[Items listed in a dataset]
========================================
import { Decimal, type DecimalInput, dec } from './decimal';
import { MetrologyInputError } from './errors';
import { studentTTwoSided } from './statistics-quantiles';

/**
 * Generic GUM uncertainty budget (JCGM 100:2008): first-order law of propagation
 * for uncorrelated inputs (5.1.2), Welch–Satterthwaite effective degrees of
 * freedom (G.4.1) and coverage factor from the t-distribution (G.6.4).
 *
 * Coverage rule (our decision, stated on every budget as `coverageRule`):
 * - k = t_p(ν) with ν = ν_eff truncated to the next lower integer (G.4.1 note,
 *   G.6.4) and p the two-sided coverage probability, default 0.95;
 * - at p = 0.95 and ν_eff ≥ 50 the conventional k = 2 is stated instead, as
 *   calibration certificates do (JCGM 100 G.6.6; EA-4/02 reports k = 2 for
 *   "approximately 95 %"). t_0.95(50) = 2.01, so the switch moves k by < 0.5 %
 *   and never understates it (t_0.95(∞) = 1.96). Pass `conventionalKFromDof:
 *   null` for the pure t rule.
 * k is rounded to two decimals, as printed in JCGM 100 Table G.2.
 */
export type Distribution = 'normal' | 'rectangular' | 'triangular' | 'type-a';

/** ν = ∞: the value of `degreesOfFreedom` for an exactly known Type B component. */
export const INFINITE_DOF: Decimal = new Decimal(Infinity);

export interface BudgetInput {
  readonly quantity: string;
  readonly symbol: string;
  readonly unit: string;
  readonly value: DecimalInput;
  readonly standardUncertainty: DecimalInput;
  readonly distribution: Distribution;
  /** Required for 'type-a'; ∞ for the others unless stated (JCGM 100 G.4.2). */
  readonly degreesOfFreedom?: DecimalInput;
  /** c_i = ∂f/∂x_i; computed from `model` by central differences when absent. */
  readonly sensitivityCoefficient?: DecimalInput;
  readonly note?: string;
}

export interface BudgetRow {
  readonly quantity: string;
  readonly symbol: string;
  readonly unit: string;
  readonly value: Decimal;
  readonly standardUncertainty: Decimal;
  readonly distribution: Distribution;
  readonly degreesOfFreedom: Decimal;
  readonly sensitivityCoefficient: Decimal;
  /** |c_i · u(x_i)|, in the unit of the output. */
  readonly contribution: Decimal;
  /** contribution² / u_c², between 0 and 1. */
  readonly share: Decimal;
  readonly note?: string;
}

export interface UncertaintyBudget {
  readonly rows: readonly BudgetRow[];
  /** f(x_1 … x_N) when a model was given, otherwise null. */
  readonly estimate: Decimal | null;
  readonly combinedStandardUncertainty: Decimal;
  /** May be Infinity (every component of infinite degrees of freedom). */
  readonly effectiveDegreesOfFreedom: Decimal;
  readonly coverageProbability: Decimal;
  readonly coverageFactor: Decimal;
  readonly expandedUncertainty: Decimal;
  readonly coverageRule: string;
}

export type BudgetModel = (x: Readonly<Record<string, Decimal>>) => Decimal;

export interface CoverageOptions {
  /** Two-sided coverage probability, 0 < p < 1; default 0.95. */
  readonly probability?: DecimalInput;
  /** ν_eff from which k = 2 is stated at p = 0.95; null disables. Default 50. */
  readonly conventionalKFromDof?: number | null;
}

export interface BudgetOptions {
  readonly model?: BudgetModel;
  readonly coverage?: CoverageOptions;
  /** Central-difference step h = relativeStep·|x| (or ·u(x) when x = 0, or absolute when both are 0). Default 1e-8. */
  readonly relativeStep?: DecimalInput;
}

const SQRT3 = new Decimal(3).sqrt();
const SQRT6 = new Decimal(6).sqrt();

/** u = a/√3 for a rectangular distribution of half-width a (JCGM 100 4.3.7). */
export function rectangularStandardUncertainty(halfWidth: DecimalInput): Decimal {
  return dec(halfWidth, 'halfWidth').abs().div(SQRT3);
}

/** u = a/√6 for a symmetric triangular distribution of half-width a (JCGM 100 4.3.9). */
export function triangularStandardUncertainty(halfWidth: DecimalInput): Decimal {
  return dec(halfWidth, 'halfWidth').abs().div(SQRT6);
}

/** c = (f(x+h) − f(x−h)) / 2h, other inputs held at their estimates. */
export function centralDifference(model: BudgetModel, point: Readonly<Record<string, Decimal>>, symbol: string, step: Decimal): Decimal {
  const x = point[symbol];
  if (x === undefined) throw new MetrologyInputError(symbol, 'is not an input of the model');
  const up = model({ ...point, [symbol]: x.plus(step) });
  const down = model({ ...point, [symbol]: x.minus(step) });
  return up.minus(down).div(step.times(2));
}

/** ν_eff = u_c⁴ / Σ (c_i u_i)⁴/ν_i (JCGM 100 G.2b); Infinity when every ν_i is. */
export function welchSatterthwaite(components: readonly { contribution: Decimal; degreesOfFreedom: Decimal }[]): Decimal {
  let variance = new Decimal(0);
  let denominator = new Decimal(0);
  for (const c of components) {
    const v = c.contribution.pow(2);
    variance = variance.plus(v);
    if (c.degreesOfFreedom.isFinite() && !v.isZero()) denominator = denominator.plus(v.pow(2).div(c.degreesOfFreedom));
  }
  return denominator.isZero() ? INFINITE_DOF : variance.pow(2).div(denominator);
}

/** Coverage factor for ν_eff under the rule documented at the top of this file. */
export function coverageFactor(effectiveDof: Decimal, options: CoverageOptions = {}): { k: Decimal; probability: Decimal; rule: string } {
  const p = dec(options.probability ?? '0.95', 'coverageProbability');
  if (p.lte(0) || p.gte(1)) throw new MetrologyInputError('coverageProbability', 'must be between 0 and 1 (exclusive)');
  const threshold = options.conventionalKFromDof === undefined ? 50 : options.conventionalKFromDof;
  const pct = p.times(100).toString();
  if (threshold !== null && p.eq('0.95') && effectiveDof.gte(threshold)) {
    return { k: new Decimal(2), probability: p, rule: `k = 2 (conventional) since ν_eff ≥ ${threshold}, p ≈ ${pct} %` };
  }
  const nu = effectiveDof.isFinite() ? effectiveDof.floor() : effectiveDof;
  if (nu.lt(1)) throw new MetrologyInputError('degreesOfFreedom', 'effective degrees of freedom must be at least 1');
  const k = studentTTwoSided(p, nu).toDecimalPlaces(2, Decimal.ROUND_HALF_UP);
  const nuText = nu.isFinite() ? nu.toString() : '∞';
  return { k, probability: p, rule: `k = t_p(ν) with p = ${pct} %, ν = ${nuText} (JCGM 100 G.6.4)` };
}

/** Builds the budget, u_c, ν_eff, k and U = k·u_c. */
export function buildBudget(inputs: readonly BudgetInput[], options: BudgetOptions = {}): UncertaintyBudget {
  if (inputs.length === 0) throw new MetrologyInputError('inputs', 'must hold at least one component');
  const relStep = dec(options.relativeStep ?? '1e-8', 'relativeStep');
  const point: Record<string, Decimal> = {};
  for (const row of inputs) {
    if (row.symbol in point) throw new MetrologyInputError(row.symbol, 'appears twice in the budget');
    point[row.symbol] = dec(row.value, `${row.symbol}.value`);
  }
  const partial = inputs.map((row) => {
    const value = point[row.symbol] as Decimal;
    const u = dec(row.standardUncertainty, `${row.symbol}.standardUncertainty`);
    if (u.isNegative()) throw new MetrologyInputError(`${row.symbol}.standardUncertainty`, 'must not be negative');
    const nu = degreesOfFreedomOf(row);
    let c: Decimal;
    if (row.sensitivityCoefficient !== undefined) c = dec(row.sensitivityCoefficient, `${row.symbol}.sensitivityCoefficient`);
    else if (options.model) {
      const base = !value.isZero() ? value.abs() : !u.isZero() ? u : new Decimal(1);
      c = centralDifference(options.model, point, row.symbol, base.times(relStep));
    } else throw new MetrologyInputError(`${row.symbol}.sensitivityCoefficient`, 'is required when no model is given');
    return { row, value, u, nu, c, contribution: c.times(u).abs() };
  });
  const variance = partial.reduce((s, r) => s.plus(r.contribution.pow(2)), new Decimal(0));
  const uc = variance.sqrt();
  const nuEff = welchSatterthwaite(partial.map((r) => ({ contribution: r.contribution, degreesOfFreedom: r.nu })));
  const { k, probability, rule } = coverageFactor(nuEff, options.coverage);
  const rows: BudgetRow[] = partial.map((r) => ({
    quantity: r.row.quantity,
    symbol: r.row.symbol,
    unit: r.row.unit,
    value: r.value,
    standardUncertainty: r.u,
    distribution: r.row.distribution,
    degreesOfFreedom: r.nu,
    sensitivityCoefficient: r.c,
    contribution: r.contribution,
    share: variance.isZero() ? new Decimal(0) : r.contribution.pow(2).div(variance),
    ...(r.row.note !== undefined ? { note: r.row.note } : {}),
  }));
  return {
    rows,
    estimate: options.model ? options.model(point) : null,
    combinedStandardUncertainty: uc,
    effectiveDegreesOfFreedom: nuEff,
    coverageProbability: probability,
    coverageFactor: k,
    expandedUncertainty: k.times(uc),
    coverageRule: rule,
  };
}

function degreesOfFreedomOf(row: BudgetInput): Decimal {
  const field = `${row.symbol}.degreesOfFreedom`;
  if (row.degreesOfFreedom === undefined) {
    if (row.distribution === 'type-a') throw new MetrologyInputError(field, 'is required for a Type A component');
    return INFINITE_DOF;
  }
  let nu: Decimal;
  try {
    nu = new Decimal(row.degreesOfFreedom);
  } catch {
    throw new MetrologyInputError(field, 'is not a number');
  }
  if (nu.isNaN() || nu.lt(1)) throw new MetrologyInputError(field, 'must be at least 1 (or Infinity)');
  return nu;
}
========================================
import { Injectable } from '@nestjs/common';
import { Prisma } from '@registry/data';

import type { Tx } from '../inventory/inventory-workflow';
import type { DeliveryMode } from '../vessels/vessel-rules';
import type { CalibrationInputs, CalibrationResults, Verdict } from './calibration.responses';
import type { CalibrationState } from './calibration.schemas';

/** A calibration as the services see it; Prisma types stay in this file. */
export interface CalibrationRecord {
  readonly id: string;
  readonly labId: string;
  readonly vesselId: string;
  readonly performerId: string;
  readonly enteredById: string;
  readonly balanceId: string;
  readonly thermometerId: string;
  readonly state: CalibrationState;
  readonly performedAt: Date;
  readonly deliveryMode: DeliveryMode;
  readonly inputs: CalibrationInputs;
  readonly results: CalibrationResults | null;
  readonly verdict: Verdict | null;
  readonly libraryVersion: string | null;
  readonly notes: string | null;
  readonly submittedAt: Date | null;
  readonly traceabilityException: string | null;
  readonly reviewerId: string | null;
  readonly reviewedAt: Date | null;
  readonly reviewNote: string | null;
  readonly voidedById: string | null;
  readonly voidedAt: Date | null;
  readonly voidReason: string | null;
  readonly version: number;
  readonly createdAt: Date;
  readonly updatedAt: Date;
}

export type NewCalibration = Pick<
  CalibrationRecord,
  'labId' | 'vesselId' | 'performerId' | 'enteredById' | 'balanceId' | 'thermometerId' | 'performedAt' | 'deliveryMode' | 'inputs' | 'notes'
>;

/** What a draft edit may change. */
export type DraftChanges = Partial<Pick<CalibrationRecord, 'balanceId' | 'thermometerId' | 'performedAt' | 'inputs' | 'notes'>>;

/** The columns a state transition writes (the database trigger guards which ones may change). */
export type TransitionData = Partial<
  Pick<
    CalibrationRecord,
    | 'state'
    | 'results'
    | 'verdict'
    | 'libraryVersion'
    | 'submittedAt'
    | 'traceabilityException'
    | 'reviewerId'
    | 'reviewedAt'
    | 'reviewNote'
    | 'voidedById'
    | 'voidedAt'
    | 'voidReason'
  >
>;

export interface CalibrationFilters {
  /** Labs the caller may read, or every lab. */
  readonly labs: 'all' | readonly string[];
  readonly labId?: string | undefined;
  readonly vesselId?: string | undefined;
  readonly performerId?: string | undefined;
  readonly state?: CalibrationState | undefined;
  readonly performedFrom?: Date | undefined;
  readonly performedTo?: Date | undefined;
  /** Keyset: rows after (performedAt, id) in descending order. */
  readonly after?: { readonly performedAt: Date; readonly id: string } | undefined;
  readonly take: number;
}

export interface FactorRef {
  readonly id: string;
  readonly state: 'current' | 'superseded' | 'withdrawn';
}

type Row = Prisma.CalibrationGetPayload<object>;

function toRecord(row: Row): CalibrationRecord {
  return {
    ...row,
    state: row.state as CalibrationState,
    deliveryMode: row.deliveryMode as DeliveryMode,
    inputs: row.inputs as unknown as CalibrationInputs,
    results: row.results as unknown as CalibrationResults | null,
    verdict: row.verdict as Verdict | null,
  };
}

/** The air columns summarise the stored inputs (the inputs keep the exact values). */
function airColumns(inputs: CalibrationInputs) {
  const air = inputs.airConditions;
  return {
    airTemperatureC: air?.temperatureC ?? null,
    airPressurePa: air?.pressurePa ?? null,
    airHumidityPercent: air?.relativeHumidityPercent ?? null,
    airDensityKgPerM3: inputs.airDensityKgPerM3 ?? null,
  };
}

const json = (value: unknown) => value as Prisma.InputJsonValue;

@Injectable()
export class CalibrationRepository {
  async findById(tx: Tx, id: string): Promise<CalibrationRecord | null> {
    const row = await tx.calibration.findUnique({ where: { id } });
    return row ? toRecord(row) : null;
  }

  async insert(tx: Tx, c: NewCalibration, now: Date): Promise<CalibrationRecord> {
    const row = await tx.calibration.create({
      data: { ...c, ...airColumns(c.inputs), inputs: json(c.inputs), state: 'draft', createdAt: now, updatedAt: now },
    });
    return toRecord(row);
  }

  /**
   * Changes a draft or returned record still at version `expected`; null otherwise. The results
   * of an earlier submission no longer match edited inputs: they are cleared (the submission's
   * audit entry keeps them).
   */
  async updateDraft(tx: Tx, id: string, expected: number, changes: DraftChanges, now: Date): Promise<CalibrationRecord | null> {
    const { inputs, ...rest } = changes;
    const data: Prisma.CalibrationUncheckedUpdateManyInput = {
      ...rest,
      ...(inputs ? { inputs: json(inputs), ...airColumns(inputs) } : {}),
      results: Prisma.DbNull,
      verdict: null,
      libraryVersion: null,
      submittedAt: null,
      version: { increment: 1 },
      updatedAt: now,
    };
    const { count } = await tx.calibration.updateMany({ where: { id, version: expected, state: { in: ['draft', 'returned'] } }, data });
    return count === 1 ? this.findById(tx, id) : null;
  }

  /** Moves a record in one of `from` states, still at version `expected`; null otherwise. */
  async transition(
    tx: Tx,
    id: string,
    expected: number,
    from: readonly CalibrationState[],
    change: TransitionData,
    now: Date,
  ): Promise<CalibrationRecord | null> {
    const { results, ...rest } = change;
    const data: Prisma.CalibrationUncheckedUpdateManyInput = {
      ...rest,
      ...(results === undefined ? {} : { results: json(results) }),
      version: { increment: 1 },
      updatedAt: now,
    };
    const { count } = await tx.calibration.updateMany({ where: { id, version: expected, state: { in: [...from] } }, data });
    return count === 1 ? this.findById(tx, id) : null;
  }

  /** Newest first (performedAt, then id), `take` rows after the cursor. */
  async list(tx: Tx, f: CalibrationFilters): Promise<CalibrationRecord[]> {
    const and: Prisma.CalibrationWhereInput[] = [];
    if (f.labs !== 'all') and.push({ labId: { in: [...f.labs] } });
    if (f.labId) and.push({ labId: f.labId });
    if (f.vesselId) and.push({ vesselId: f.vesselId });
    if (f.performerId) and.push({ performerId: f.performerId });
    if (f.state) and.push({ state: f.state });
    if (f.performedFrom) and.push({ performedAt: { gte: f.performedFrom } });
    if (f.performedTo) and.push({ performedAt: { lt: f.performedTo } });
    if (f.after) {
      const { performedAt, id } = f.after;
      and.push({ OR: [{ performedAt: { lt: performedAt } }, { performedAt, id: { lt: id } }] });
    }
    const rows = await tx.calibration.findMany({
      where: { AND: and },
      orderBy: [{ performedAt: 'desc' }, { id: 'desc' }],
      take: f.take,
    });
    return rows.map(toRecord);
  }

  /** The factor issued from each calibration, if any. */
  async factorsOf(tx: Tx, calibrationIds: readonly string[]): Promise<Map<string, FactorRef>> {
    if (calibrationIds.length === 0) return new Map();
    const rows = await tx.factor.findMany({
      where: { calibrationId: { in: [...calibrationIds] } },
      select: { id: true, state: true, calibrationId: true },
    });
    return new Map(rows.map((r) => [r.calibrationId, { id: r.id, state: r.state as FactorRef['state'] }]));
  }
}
========================================
WHAT YOU SHOULD DO - Out of the data above, give again only the lines starting at the one holding "type DecimalInput, dec" and ending at the one holding "t_p(ν) with ν", unchanged.

RESPONSE -
import { Decimal, type DecimalInput, dec } from './decimal';
import { MetrologyInputError } from './errors';
import { studentTTwoSided } from './statistics-quantiles';

/**
 * Generic GUM uncertainty budget (JCGM 100:2008): first-order law of propagation
 * for uncorrelated inputs (5.1.2), Welch–Satterthwaite effective degrees of
 * freedom (G.4.1) and coverage factor from the t-distribution (G.6.4).
 *
 * Coverage rule (our decision, stated on every budget as `coverageRule`):
 * - k = t_p(ν) with ν = ν_eff truncated to the next lower integer (G.4.1 note,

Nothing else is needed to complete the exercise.